==== Supplied material
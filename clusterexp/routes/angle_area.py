"""Derived: the angle-area part of the cluster of a p-cycle with a q-cycle at second order, any masses.

At order e d (e the exchange parameter of one cycle's species, d the mutual parameter of the two species)
the cluster {p-cycle X of species i, q-cycle Y of species j}, offset integrated, contributes
-2 pi P sum_u sum_R E[theta_u Area(R)]: theta_u the angle swept in one unit of time by a self pair u of X
(two of its strands), R the link curves X(s + a) - Y(s + b), P the normalisation that the cluster's
first order fixes (docs/perturbative.md, section 4i, where every step is written out):

* averaging over Y first leaves the area of X, run q times in all over the gcd(p, q) link curves:
  sum_R E[theta_u Area(R)] = q E[theta_u Area(X)];
* E[theta_u Area(X)] = D_X (the pair's window of one unit of time times the loop's diffusion constant
  D_X = m_ref/m_i), for every lag of the pair and every p: Gaussian integration by parts over the loop's
  Fourier modes, in which each mode carries the same ratio pi n s_n omega_n = D_X (`self_pair_angle_area`,
  done exactly by sympy);
* P = m_i m_j/(2 pi m_ref^2 p^2 q^2), from the first order -(m_i + m_j)/(2 m_ref p q) |d| of section 3
  shared by the p q link segments, each -pi (D_X + D_Y) |d|.

Hence the coefficient of e_i d carried by the p-cycle's self pairs, in b with p particles of species i
and q of species j, about bosons: -(m_j/m_ref) (p - 1)/(2 p q); that of e_j d: -(m_i/m_ref) (q - 1)/(2 p q).
About fermions each cycle brings its sign (-1)^(cycle length - 1), as for the whole cluster.
"""
from __future__ import annotations

from fractions import Fraction
from functools import cache

import sympy

from ..errors import NotSupportedYet

_n, _h = sympy.symbols("n h", integer=True, positive=True)


def _cycle_length(value, name: str) -> int:
    if isinstance(value, bool) or not isinstance(value, int) or value < 1:
        raise ValueError(f"{name} must be a positive integer cycle length, got {value!r}")
    return value


def _exact_mass(value, name: str) -> sympy.Rational:
    if isinstance(value, float):
        raise NotSupportedYet(f"{name} = {value!r} is a float: the angle-area part is exact and needs an "
                              "exact mass (int, Fraction or sympy Rational); floats are not supported yet")
    mass = sympy.Rational(value.numerator, value.denominator) if isinstance(value, Fraction) else sympy.sympify(value)
    if not (mass.is_Rational and mass > 0):
        raise ValueError(f"{name} must be a positive rational mass, got {value!r}")
    return mass


@cache
def _mode_ratio(period: int) -> sympy.Expr:
    """pi n s_n omega_n for the Fourier mode n of a Brownian loop of the given period and unit diffusion,
    s_n = E|c_n|^2 the mode's variance (complex notation X(t) = sum_n c_n e^{i omega_n t}), computed from
    the loop's variogram h (T - h)/T per component: s_n = -(1/T) int_0^T h (T - h)/T cos(omega_n h) dh.
    A pair at lag k weighs the mode by |phi_n|^2 = 2 (1 - cos omega_n k), which the ratio does not see."""
    T = sympy.Integer(period)
    omega = 2 * sympy.pi * _n / T
    s_n = sympy.simplify(-sympy.integrate(_h * (T - _h) / T * sympy.cos(omega * _h), (_h, 0, T)) / T)
    return sympy.simplify(sympy.pi * _n * s_n * omega)


def self_pair_angle_area(period: int, lag: int, diffusion=1) -> sympy.Expr:
    """E[theta Area(X)] for a Brownian loop X of duration `period` (per-component variogram
    diffusion * h (T - h)/T) and the angle theta swept in one unit of time by X(t) - X(t + lag)
    (docs/perturbative.md, section 4i). Stein's lemma for the circular modes c_n of X,
    E[F |c_n|^2] = s_n E[F] + s_n^2 E[d_n dbar_n F], with Area = pi sum_n n |c_n|^2 and E[theta] = 0, gives
    E[theta Area] = pi sum_n n s_n^2 E[d_n dbar_n theta]; theta is the imaginary part of a holomorphic
    function of the modes except on A = 0, where dbar(1/A) = pi delta^2(A), so
    E[d_n dbar_n theta] = omega_n |phi_n|^2 / V (V = E|A|^2 = sum_n s_n |phi_n|^2; the term with A'
    vanishes since E[A' conj A] = 0). Every mode thus enters with the weight pi n s_n omega_n times its
    share s_n |phi_n|^2 / V of V: when that weight is the same for all n the shares sum to one."""
    period = _cycle_length(period, "period")
    if not 0 < lag < period:
        raise ValueError(f"a self pair's lag is 1..{period - 1}, got {lag!r}")
    ratio = _mode_ratio(period)
    if ratio.free_symbols:
        raise NotSupportedYet(f"the mode weight {ratio} depends on the mode: no closed form")
    return ratio * sympy.sympify(diffusion)


def first_order_normalisation(p: int, q: int, m_i, m_j, m_ref=1) -> sympy.Expr:
    """P of the cluster {p-cycle of species i, q-cycle of species j}, in units hbar = beta = m_ref = 1:
    its first order -(m_i + m_j)/(2 m_ref p q) |d| (section 3) equals P times the p q link segments'
    contacts, -pi (D_X + D_Y) |d| each (section 4e (i))."""
    m_i, m_j, m_ref = (_exact_mass(m, name) for m, name in ((m_i, "m_i"), (m_j, "m_j"), (m_ref, "m_ref")))
    first_order = -(m_i + m_j) / (2 * m_ref * p * q)
    segment = -sympy.pi * (m_ref / m_i + m_ref / m_j)
    return sympy.simplify(first_order / (p * q * segment))


def angle_area_coefficients(p: int, q: int, m_i=1, m_j=1, m_ref=1) -> tuple[sympy.Rational, sympy.Rational]:
    """(coefficient of e_i d, coefficient of e_j d) that the cluster of a p-cycle of species i with a
    q-cycle of species j adds to b_{p e_i + q e_j} through its self angles times its link's area, about
    bosons for both species (about fermions multiply by (-1)^(p - 1) (-1)^(q - 1)), exact for any masses:
    -(m_j/m_ref) (p - 1)/(2 p q) and -(m_i/m_ref) (q - 1)/(2 p q) (docs/perturbative.md, section 4i).
    The chains of three loops (Landau term) are not included."""
    p, q = _cycle_length(p, "p"), _cycle_length(q, "q")
    masses = {name: _exact_mass(m, name) for m, name in ((m_i, "m_i"), (m_j, "m_j"), (m_ref, "m_ref"))}
    norm = first_order_normalisation(p, q, masses["m_i"], masses["m_j"], masses["m_ref"])
    out = []
    for own, other, mass in ((p, q, masses["m_i"]), (q, p, masses["m_j"])):
        diffusion = masses["m_ref"] / mass
        # self pairs (u1, u2), u1 < u2 < own, at lag u2 - u1 = k: own - k of them; the other loop's q
        # (resp. p) passes around the link curves count the own loop's area that many times
        pairs = sum(((own - k) * self_pair_angle_area(own, k, diffusion) for k in range(1, own)), sympy.Integer(0))
        value = sympy.simplify(-2 * sympy.pi * norm * other * pairs)
        if not value.is_Rational:   # (never on an exact Rational: it guesses surds for large ones)
            value = sympy.nsimplify(value)
        if not value.is_Rational:
            raise NotSupportedYet(f"angle-area part {value} of {{{p}, {q}}} is not rational")
        out.append(value)
    return out[0], out[1]


def one_species_units(p: int, q: int) -> tuple[sympy.Rational, sympy.Rational]:
    """The angle-area parts in the units of `two_loop_table.ANGLE` (the one-species cluster {p-cycle,
    q-cycle} in b_{p+q}, unit masses, about bosons): the two-species coefficients divided by 2 when
    p = q (that cluster's first order is -1/(2 p^2) there against -1/p^2 for two species)."""
    first, second = angle_area_coefficients(p, q)
    share = 2 if p == q else 1
    return first / share, second / share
========
**Task prompt**
Print exactly the lines of the listing above starting at the line containing "E[F |c_n|^2] = s_n" and ending at the line containing "first_order = -(m_i", both included.

**Output of the exercise**
    E[F |c_n|^2] = s_n E[F] + s_n^2 E[d_n dbar_n F], with Area = pi sum_n n |c_n|^2 and E[theta] = 0, gives
    E[theta Area] = pi sum_n n s_n^2 E[d_n dbar_n theta]; theta is the imaginary part of a holomorphic
    function of the modes except on A = 0, where dbar(1/A) = pi delta^2(A), so
    E[d_n dbar_n theta] = omega_n |phi_n|^2 / V (V = E|A|^2 = sum_n s_n |phi_n|^2; the term with A'
    vanishes since E[A' conj A] = 0). Every mode thus enters with the weight pi n s_n omega_n times its
    share s_n |phi_n|^2 / V of V: when that weight is the same for all n the shares sum to one."""
    period = _cycle_length(period, "period")
    if not 0 < lag < period:
        raise ValueError(f"a self pair's lag is 1..{period - 1}, got {lag!r}")
    ratio = _mode_ratio(period)
    if ratio.free_symbols:
        raise NotSupportedYet(f"the mode weight {ratio} depends on the mode: no closed form")
    return ratio * sympy.sympify(diffusion)


def first_order_normalisation(p: int, q: int, m_i, m_j, m_ref=1) -> sympy.Expr:
    """P of the cluster {p-cycle of species i, q-cycle of species j}, in units hbar = beta = m_ref = 1:
    its first order -(m_i + m_j)/(2 m_ref p q) |d| (section 3) equals P times the p q link segments'
    contacts, -pi (D_X + D_Y) |d| each (section 4e (i))."""
    m_i, m_j, m_ref = (_exact_mass(m, name) for m, name in ((m_i, "m_i"), (m_j, "m_j"), (m_ref, "m_ref")))
    first_order = -(m_i + m_j) / (2 * m_ref * p * q)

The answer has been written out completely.